With 'output_sh' set to true renderer additionally outputs lightmap in 2-band (4 coeffitients per color channel - 12 total) spherical harmonics representation:

...
    const auto *sh_data = renderer->get_sh_data_ref();
    
    for (int y = 0; y < IMG_H; y++) {
        for (int x = 0; x < IMG_W; x++) {
            int i = y * IMG_W + x;
            const auto &sh = sh_data[i];
            
            const float SH_A0 = 0.886226952f; // PI / sqrt(4.0f * Pi)
            const float SH_A1 = 1.02332675f;  // sqrt(PI / 3.0f)
            
            // Apply diffuse convolution (for example)
            float L00_r = sh.coeff_r[0] * SH_A0;
            float L10_r = sh.coeff_r[1] * SH_A1;
            float L11_r = sh.coeff_r[2] * SH_A1;
            float L12_r = sh.coeff_r[3] * SH_A1;
            
            float L00_g = sh.coeff_g[0] * SH_A0;
            ...
            
            // Save or convert to different representation
        }
    }
...

Implementation details

  • Ray/triangle intersection is done using Plucker test with help of precomputed data stored per triangle as described in 'Ray-Triangle Intersection Algorithm for Modern CPU Architectures' paper.
  • SAH-based binary BVH is used as acceleration structure. Two traversal algorithms are available: stack- and stackless (described in 'Efficient Stack-less BVH Traversal for Ray Tracing' paper). By default traversal with stack is used as it was faster on gpus I tested on. BVH tree is made two-level to support basic rigid motion. Optional 'spatial splits' feature can be used for building better optimized BVH in cost of construction time as described in 'Spatial Splits in Bounding Volume Hierarchies' paper.
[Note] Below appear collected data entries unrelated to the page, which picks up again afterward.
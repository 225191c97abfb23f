"""What an alternation pattern cancels: first-order biases and noise of its estimators (pure).

The reduction's estimators are linear in the step means of a cycle (reduction.step_weights),
so each disturbance that adds a known vector d to the step means biases an estimator with
weights w by exactly w . d. The disturbances, with equal time tau per step and the time t_k
of step k counted from the middle of the cycle (t_k = k - (steps - 1)/2, in steps):

    offset            V_k += V_off                    d_k = 1          bias in V_off / I
    voltage drift     V_k += (dV/dt) tau t_k          d_k = t_k        bias in (dV/dt) tau / I
    resistance drift  V_k += s_k I (dR/dt) tau t_k    d_k = s_k t_k    bias in (dR/dt) tau

(s_k the polarity +1, 0, -1). The biases are relative to the values at the middle of the
point: over many cycles the cycles' middles average to the point's middle, so an estimator
whose offset coefficient is zero has the same drift coefficient for the whole point.

The noise variance factor is sum_k (I w_k)^2: the variance of one cycle's estimate in units
of sigma^2/I^2, sigma the noise of one step mean (uncorrelated steps). Over n cycles it is
divided by n. `per step` multiplies it by the steps per cycle: the variance for a fixed
measuring time, to compare patterns of different lengths fairly.
"""

from __future__ import annotations

from dataclasses import dataclass

import numpy as np

from acquire.modes.dc_reversal.reduction import has_zero_step, polarities_of, step_weights

# Below this a coefficient is rounding noise of the weights (they are ratios of small integers).
_ZERO = 1e-12
DISTURBANCES: tuple[str, ...] = ("offset", "voltage drift", "resistance drift")
DISTURBANCE_UNITS: dict[str, str] = {
    "offset": "V_off/I",
    "voltage drift": "(dV/dt)*tau/I",
    "resistance drift": "(dR/dt)*tau",
}


@dataclass(frozen=True)
class EstimatorProperties:
    """One estimator of a pattern: bias coefficient per disturbance and the noise factor."""

    name: str
    bias: dict[str, float]
    noise_factor: float
    steps: int

    @property
    def noise_per_step(self) -> float:
        return self.noise_factor * self.steps

    def biased_by(self) -> list[str]:
        return [name for name, value in self.bias.items() if abs(value) > _ZERO]


@dataclass(frozen=True)
class PatternAnalysis:
    pattern: str
    resistance: EstimatorProperties
    unidirectional: EstimatorProperties
    unidirectional_reported: bool

    def warnings(self) -> list[str]:
        found = []
        if not self.unidirectional_reported:
            found.append(no_zero_step_message(self.pattern))
        for estimator in (self.resistance, self.unidirectional):
            if estimator.name == "unidirectional" and not self.unidirectional_reported:
                continue
            for disturbance in estimator.biased_by():
                coefficient = estimator.bias[disturbance]
                found.append(
                    f"pattern {self.pattern!r}: the {estimator.name} part is biased by a "
                    f"{disturbance} ({_signed(coefficient)} x {DISTURBANCE_UNITS[disturbance]}); "
                    f"{suggestion(disturbance, estimator.name)}"
                )
        return found


def disturbance_vectors(pattern: str) -> dict[str, np.ndarray]:
    polarity = polarities_of(pattern).astype(float)
    time = np.arange(polarity.size) - (polarity.size - 1) / 2
    return {
        "offset": np.ones(polarity.size),
        "voltage drift": time,
        "resistance drift": polarity * time,
    }


def analyse_pattern(pattern: str) -> PatternAnalysis:
    weights = step_weights(pattern)
    vectors = disturbance_vectors(pattern)

    def properties(name: str, w: np.ndarray) -> EstimatorProperties:
        bias = {key: _clean(float(w @ vector)) for key, vector in vectors.items()}
        return EstimatorProperties(name, bias, _clean(float(w @ w)), len(pattern))

    return PatternAnalysis(
        pattern,
        properties("resistance", weights.resistance),
        properties("unidirectional", weights.unidirectional),
        has_zero_step(pattern),
    )


def _clean(value: float) -> float:
    return 0.0 if abs(value) < _ZERO else value


def _signed(value: float) -> str:
    return f"{value:+.3g}"


COMMON_PATTERNS: tuple[str, ...] = ("+-", "+0-", "+0-0", "+--+", "+0--0+")


def cancelling_patterns(estimator: str, disturbances: tuple[str, ...]) -> list[str]:
    """Common patterns whose `estimator` is free of every named disturbance."""
    chosen = []
    for pattern in COMMON_PATTERNS:
        analysis = analyse_pattern(pattern)
        if estimator == "unidirectional" and not analysis.unidirectional_reported:
            continue
        properties = getattr(analysis, estimator)
        if not set(disturbances) & set(properties.biased_by()):
            chosen.append(pattern)
    return chosen


def suggestion(disturbance: str, estimator: str) -> str:
    options = cancelling_patterns(estimator, (disturbance,))
    if not options:
        return "no common pattern cancels it"
    return "patterns that cancel it: " + ", ".join(repr(p) for p in options)


def no_zero_step_message(pattern: str) -> str:
    options = ", ".join(repr(p) for p in COMMON_PATTERNS if has_zero_step(p))
    return (
        f"pattern {pattern!r} has no '0' step: without a zero-current reading the "
        "unidirectional part would include the thermoelectric offset (V_off/I), so it is not "
        f"reported (the resistance is); patterns with a '0' step give it: {options}"
    )


def table_lines(patterns: tuple[str, ...]) -> list[str]:
    """A Markdown table of the patterns' bias coefficients and noise factors."""
    header = (
        "| pattern | estimator | offset (V_off/I) | voltage drift ((dV/dt)*tau/I) "
        "| resistance drift ((dR/dt)*tau) | noise factor | per step |"
    )
    lines = [header, "|" + " --- |" * 7]
    for pattern in patterns:
        analysis = analyse_pattern(pattern)
        for estimator in (analysis.resistance, analysis.unidirectional):
            if estimator.name == "unidirectional" and not analysis.unidirectional_reported:
                lines.append(f"| `{pattern}` | unidirectional | not reported (no '0' step) "
                             "| | | | |")
                continue
            cells = [_number(estimator.bias[name]) for name in DISTURBANCES]
            lines.append(
                f"| `{pattern}` | {estimator.name} | " + " | ".join(cells)
                + f" | {_number(estimator.noise_factor)} | {_number(estimator.noise_per_step)} |"
            )
    return lines


def _number(value: float) -> str:
    return "0" if value == 0 else f"{value:.4g}"


def summary_lines(pattern: str) -> list[str]:
    """What `check` and `estimate` print about the protocol's pattern."""
    analysis = analyse_pattern(pattern)
    lines = [f"pattern {pattern!r}: first-order bias per disturbance, noise factor "
             "(variance of one cycle in sigma^2/I^2)"]
    for estimator in (analysis.resistance, analysis.unidirectional):
        if estimator.name == "unidirectional" and not analysis.unidirectional_reported:
            lines.append("  unidirectional  not reported: the pattern has no '0' step")
            continue
        biases = ", ".join(
            f"{name} {_number(estimator.bias[name])} {DISTURBANCE_UNITS[name]}"
            for name in DISTURBANCES
        )
        lines.append(f"  {estimator.name:<15} {biases}; noise {_number(estimator.noise_factor)}")
    return lines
Also optional hlbvh can be used, which builds tree faster but with less quality.
  • Textures (with mip maps) are packed into a 2d texture array atlas for easier passing to OpenCL kernel.
  • Ray differentials are used for choosing mip level and filter kernel size as described in 'Tracing Ray Differentials' paper.
  • Sampling is done using Halton sequence with per pixel randomization.
  • CPU backend can use either packets or single rays with wide BVH tree. Both variants are optimized with SSE/AVX/NEON intrinsics. Thin templated wrapper class (simd_vec_*) used to avoid code duplication, looks still ugly though.
  • To increase ray coherency compression-sorting-decompression used on secondary rays as described in "Fast Ray Sorting and Breadth-First Packet Traversal for GPU Ray Tracing" paper (only sorting part, no breadth-first traversal used). OpenCL backend uses implementation of parallel radix sort described in "Introduction to GPU Radix Sort".
  • Punctual light sources organized in separate BVH tree to accelerate light culling.
  • (Random path termination) When Ray influence falls certain threshold, path gets randomly terminated by probability inversely proportional to that influence. Weight of non-terminated Ray adjusted appropriately.
  • (Lightmapping) Special 'Geo' camera type can be used for sampling meshes in texture space to produce direct and indirect lightmaps for realtime rendering. Simple color map and 2-band spherical harmonics representation available as output. Latter can be used for creating lightmaps that interact with surface normal maps.